As I sit here tonight by the light of my Christmas tree, I am looking at all the ornaments that tell a story. There’s my first ornament I ever received as a teacher, a white star made from seashells. My kids handprints squished into plaster and outlined in puffy paint. The Pocahontas ornament my best buddy gave me in college when that was my nickname, although somehow she is missing her boat now. The pomegranate my mom put in my stocking when I was a kid because they are my favorite fruit ever in the whole entire world and such a symbol of my childhood. There are a lot of UGA ones, and a new one this year that is a red barn … which is a perfect summary of what we have poured our hearts into this year. There are also 24 others that were handmade from my friend Julie, who we affectionately call our “Juju.” She has made one for each of my kids every year since they were born so when they grow up and have a tree of their very own they will have ornaments to put on it. For now, they are covering my tree and I smile every year when we hang them up.
Let me tell you about my dear Juju, it’s an unconventional friendship of sorts. Her daughter was my student for three years while I was teaching high school. An exceptional student who was very successful, and I did not have much interaction with her parents. I saw them around the school because they were so involved, but nothing major. A few years after she graduated I was expecting my first child in September. If you have ever visited the South in the summer you know it is H O T - and when you are pregnant it is REALLY HOT. I think I ran into her daughter and she invited me over to swim one afternoon. Honestly, I don’t even remember how I got there that afternoon, I was simply a girl, who was in search of a pool to cool off in the summer heat. That afternoon something happened and Julie and I connected like we had never before. She was jumping out of her skin excited that I was having a baby girl and I think I saw her every other day that summer. The night before my daughter was born, Ken and I went to a Stevie Wonder concert with her and her husband and I guess I sang and danced that baby right out of me.
After that night, my daughter came and I entered into motherhood. Juju was an empty nester at that point, but much like me, has a strong desire for deep friendships. When I say she was a champion for me during those early months believe she was there for me. I think she brought me lunch three or four times a week, rocked the baby, held the baby, took my phone calls at 11:00 at night when I was tired and scared and had nothing left. No matter what she cheered me on and pushed me towards Jesus. It did not matter the time of day, if I needed it she literally dropped everything and came to my rescue. As I look back on that time, I am so humbled that she served me in ways I didn’t even know I needed.
You see, her heart is as big as Jupiter, and she is fiercely loyal and kind. A shy person who would never in a million years draw attention to herself, BUT if you are on her team - you aren’t leaving and she leaves a trail of love (and goodies) behind everywhere she goes. Let me share with you how well she loves her people - my family receives a batch of her AMAZING sugar cookies (maybe she will let me share her recipe) every holiday. Literally. Every. Holiday. If I am not home there is a plate on our front porch and a voicemail of her saying, “I made a cookie drop today!” When our show premiered she dropped an entire batch of cookies cut out in the shape of houses! She has hosted a gingerbread house party at her house for us since my first baby’s Christmas - a tradition my kids live for. As I mentioned earlier she has made them ornaments every year at Christmas, she NEVER misses my birthday and always makes it a special day. She has sacrificed her time and energy to make every big and little event in my life a big deal. She loves my kids as her own and me unconditionally. She taught me to sew, the importance of tradition and a love for creating hand made things for my family.

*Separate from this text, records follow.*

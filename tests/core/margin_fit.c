/* Tests of src/margin_fit.c and of the fits in src/distributions/. */
#include "margins.h"

#include "../../src/margin_fit.h"

/* tests/values/margin_fits.csv: score equations solved with 30 digits for the loss and expense
 * data */
static void agrees_with_many_digits(void **state)
{
    (void)state;
    struct csv *want = csv_read("margin_fits.csv"), *data = csv_read("data_loss_alae.csv");
    for (size_t i = 0; i < want->rows; i++) {
        size_t n, row;
        double *loss = csv_numbers(data, csv_text(want, i, "column"), NULL, NULL, &n);
        margin_fit f;
        const distribution *d = distribution_named(csv_text(want, i, "distribution"));
        assert_non_null(d);
        assert_int_equal(n, (size_t)csv_number(want, i, "n"));
        assert_int_equal(fit_margin(d, loss, n, &f, &row), OK);
        double b = csv_number(want, i, "b"), likelihood = csv_number(want, i, "log_likelihood");
        assert_close(f.margin.a, csv_number(want, i, "a"), 1e-10);
        if (isnan(b)) assert_true(isnan(f.margin.b) && isnan(f.error[1]));
        else assert_close(f.margin.b, b, 1e-10);
        assert_close(f.log_likelihood, likelihood, 1e-10);
        assert_close(f.aic, 2 * (isnan(b) ? 1 : 2) - 2 * likelihood, 1e-10);
        free(loss);
    }
    csv_free(want);
    csv_free(data);
}

/* The errors are the spread of the fits to many samples, and the fits are centred on the truth. The
 * threshold of a pareto has a bias of the size of its error. */
static void errors_are_the_spread(void **state)
{
    (void)state;
    static const struct { const char *word; double a, b; } truth[] = {
        { "normal", 100, 20 }, { "lognormal", 6, 1.2 }, { "gamma", 0.7, 300 },
        { "exponential", 250, NAN }, { "weibull", 1.6, 500 }, { "pareto", 2.2, 1000 },
        { "lomax", 2.5, 900 }
    };
    enum { N = 2000 };
    uint64_t random = 31;
    static double loss[N];
    size_t rounds = effort(150);
    for (size_t k = 0; k < sizeof truth / sizeof *truth; k++) {
        margin m = margin_of(truth[k].word, truth[k].a, truth[k].b);
        double sum[2] = { 0 }, squares[2] = { 0 }, errors[2] = { 0 }, count = (double)rounds;
        for (size_t i = 0; i < rounds; i++) {
            margin_fit f;
            size_t row;
            for (size_t j = 0; j < N; j++) loss[j] = margin_quantile(&m, random_uniform(&random));
            assert_int_equal(fit_margin(m.distribution, loss, N, &f, &row), OK);
            for (size_t j = 0; j < 2; j++) {
                double away = margin_parameter(&f.margin, j) - margin_parameter(&m, j);
                sum[j] += away;
                squares[j] += away * away;
                errors[j] += f.error[j];
            }
        }
        for (size_t j = 0; j < distribution_parameters(m.distribution); j++) {
            double mean = sum[j] / count, spread = sqrt(squares[j] / count - mean * mean);
            bool threshold = j == 1 && !strcmp(truth[k].word, "pareto");
            assert_close(errors[j] / count, spread, 0.25);
            assert_within(mean, 0, (threshold ? 1.4 : 0.5) * spread);
        }
    }
}

/* a scale only scales, for samples as far apart as computers can hold */
static void fits_scale(void **state)
{
    (void)state;
    const double loss[] = { 3, 17, 8, 44, 91, 26, 5, 12, 63, 150, 2, 900 };
    for (const distribution *const *d = distributions; *d; d++) {
        if (!(*d)->fit || !strcmp((*d)->word, "lognormal") || !strcmp((*d)->word, "normal"))
            continue;
        margin_fit f, big;
        double scaled[12];
        size_t row, last = distribution_parameters(*d) - 1;
        for (size_t i = 0; i < 12; i++) scaled[i] = 1e90 * loss[i];
        assert_int_equal(fit_margin(*d, loss, 12, &f, &row), OK);
        assert_int_equal(fit_margin(*d, scaled, 12, &big, &row), OK);
        assert_close(margin_parameter(&big.margin, last), 1e90 * margin_parameter(&f.margin, last),
                     1e-9);
        if (last) assert_close(big.margin.a, f.margin.a, 1e-9);
    }
}

static void nearly_alike(void **state)
{
    (void)state;
    double loss[50];
    for (int i = 0; i < 50; i++) loss[i] = 1000 + 1e-3 * i;
    margin_fit f;
    size_t row;
    assert_int_equal(fit_margin(distribution_named("gamma"), loss, 50, &f, &row), OK);
    double mean, sd, squares = 0;
    f.margin.distribution->moments(&f.margin, &mean, &sd);
    for (int i = 0; i < 50; i++) squares += (loss[i] - 1000.0245) * (loss[i] - 1000.0245);
    assert_close(mean, 1000.0245, 1e-12);
    assert_close(sd, sqrt(squares / 50), 1e-4);
    assert_close(f.log_likelihood, 140.97235526234546, 1e-6);              /* mpmath, 60 digits */
    assert_int_equal(fit_margin(distribution_named("weibull"), loss, 50, &f, &row), OK);
}

/* Likelihoods of gammas whose shape is 96, 5e9 and 2e14, which are all but normal then, must not
 * mislead: values from mpmath to 60 digits. */
static void likelihood_of_large_shapes(void **state)
{
    (void)state;
    static const double plain[] = { 9, 10, 10.5, 11, 12.25 };
    double alike[5];
    margin_fit f, normal;
    size_t row;
    for (int i = 0; i < 5; i++) alike[i] = 1000 + (0.5 * i - 1) * 1e-4;
    assert_int_equal(fit_margin(distribution_named("gamma"), plain, 5, &f, &row), OK);
    assert_close(f.log_likelihood, -7.4409847012116311, 1e-13);
    assert_int_equal(fit_margin(distribution_named("gamma"), alike, 5, &f, &row), OK);
    assert_close(f.log_likelihood, 40.689877146512516, 1e-6);
    assert_int_equal(fit_margin(distribution_named("normal"), alike, 5, &normal, &row), OK);
    assert_within(f.aic, normal.aic, 1e-4);
}

/* Losses in another unit: mean, sd and errors are scaled, the log-likelihood less n log of it. */
static void any_unit(void **state)
{
    (void)state;
    static const double unit[] = { 0x1p-1000, 0x1p-600, 0x1p600, 0x1p1000 };
    margin_fit f, scaled;
    double loss[6] = { 1, 2, 3, 5, 9, 40 }, other[6];
    size_t row;
    assert_int_equal(fit_margin(distribution_named("normal"), loss, 6, &f, &row), OK);
    assert_close(f.margin.b, sqrt(1120 / 6.0), 1e-15);     /* 81 + 64 + 49 + 25 + 1 + 900 */
    for (size_t k = 0; k < 4; k++) {
        for (size_t i = 0; i < 6; i++) other[i] = unit[k] * loss[i];
        assert_int_equal(fit_margin(distribution_named("normal"), other, 6, &scaled, &row), OK);
        assert_same(scaled.margin.a, unit[k] * f.margin.a);
        assert_same(scaled.margin.b, unit[k] * f.margin.b);
        assert_same(scaled.error[0], unit[k] * f.error[0]);
        assert_close(scaled.log_likelihood, f.log_likelihood - 6 * log(unit[k]), 1e-13);
    }
    const double huge[] = { 1e308, 1.2e308, 1.5e308 };
    assert_int_equal(fit_margin(distribution_named("normal"), huge, 3, &f, &row), NOT_SETTLED);
}

static void refusals(void **state)
{
    (void)state;
    const double zero[] = { 3, 0, 5 }, alike[] = { 4, 4, 4 }, even[] = { 10, 11, 12, 13 };
    margin_fit f;
    size_t row;
    assert_int_equal(fit_margin(distribution_named("gamma"), zero, 3, &f, &row), OUT_OF_DOMAIN);
    assert_int_equal(row, 1);
    assert_int_equal(fit_margin(distribution_named("exponential"), zero, 3, &f, &row), OK);
    assert_int_equal(fit_margin(distribution_named("weibull"), alike, 3, &f, &row), NO_VARIATION);
    assert_int_equal(fit_margin(distribution_named("normal"), even, 1, &f, &row), TOO_FEW);
    assert_int_equal(fit_margin(distribution_named("lomax"), even, 4, &f, &row), OUT_OF_DOMAIN);
    assert_int_equal(row, 4);
}

int main(void)
{
    const struct CMUnitTest tests[] = {
        cmocka_unit_test(agrees_with_many_digits),
        cmocka_unit_test(errors_are_the_spread),
        cmocka_unit_test(fits_scale),
        cmocka_unit_test(nearly_alike),
        cmocka_unit_test(likelihood_of_large_shapes),
        cmocka_unit_test(any_unit),
        cmocka_unit_test(refusals),
    };
    return cmocka_run_group_tests(tests, NULL, NULL);
}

I would have never guessed that summer day that such a strong friendship would be born. We are opposite personalities, different stages of life, different backgrounds, we look different, I love to command a room and she would rather eat dirty socks, she follows recipes to a T and I, well, I just wing it. We are opposite in so many ways, yet our hearts are so connected. There’s something about being loved and accepted for who you are at face value. The beautiful things and the ugly things. To have someone who would stand by you in any situation and be a soldier by your side. I love that she is older than me and has experienced things that I haven’t yet, and provides wisdom from her own experiences. I guess as I sit here by my tree tonight, I am reminded and thankful at the power of friendship. It’s not about what we do, rather its being available and willing to share in whatever life brings along the way. My family and I have been so blessed by her generous love and care and can honestly say that summer day we gained more than new friends, but family.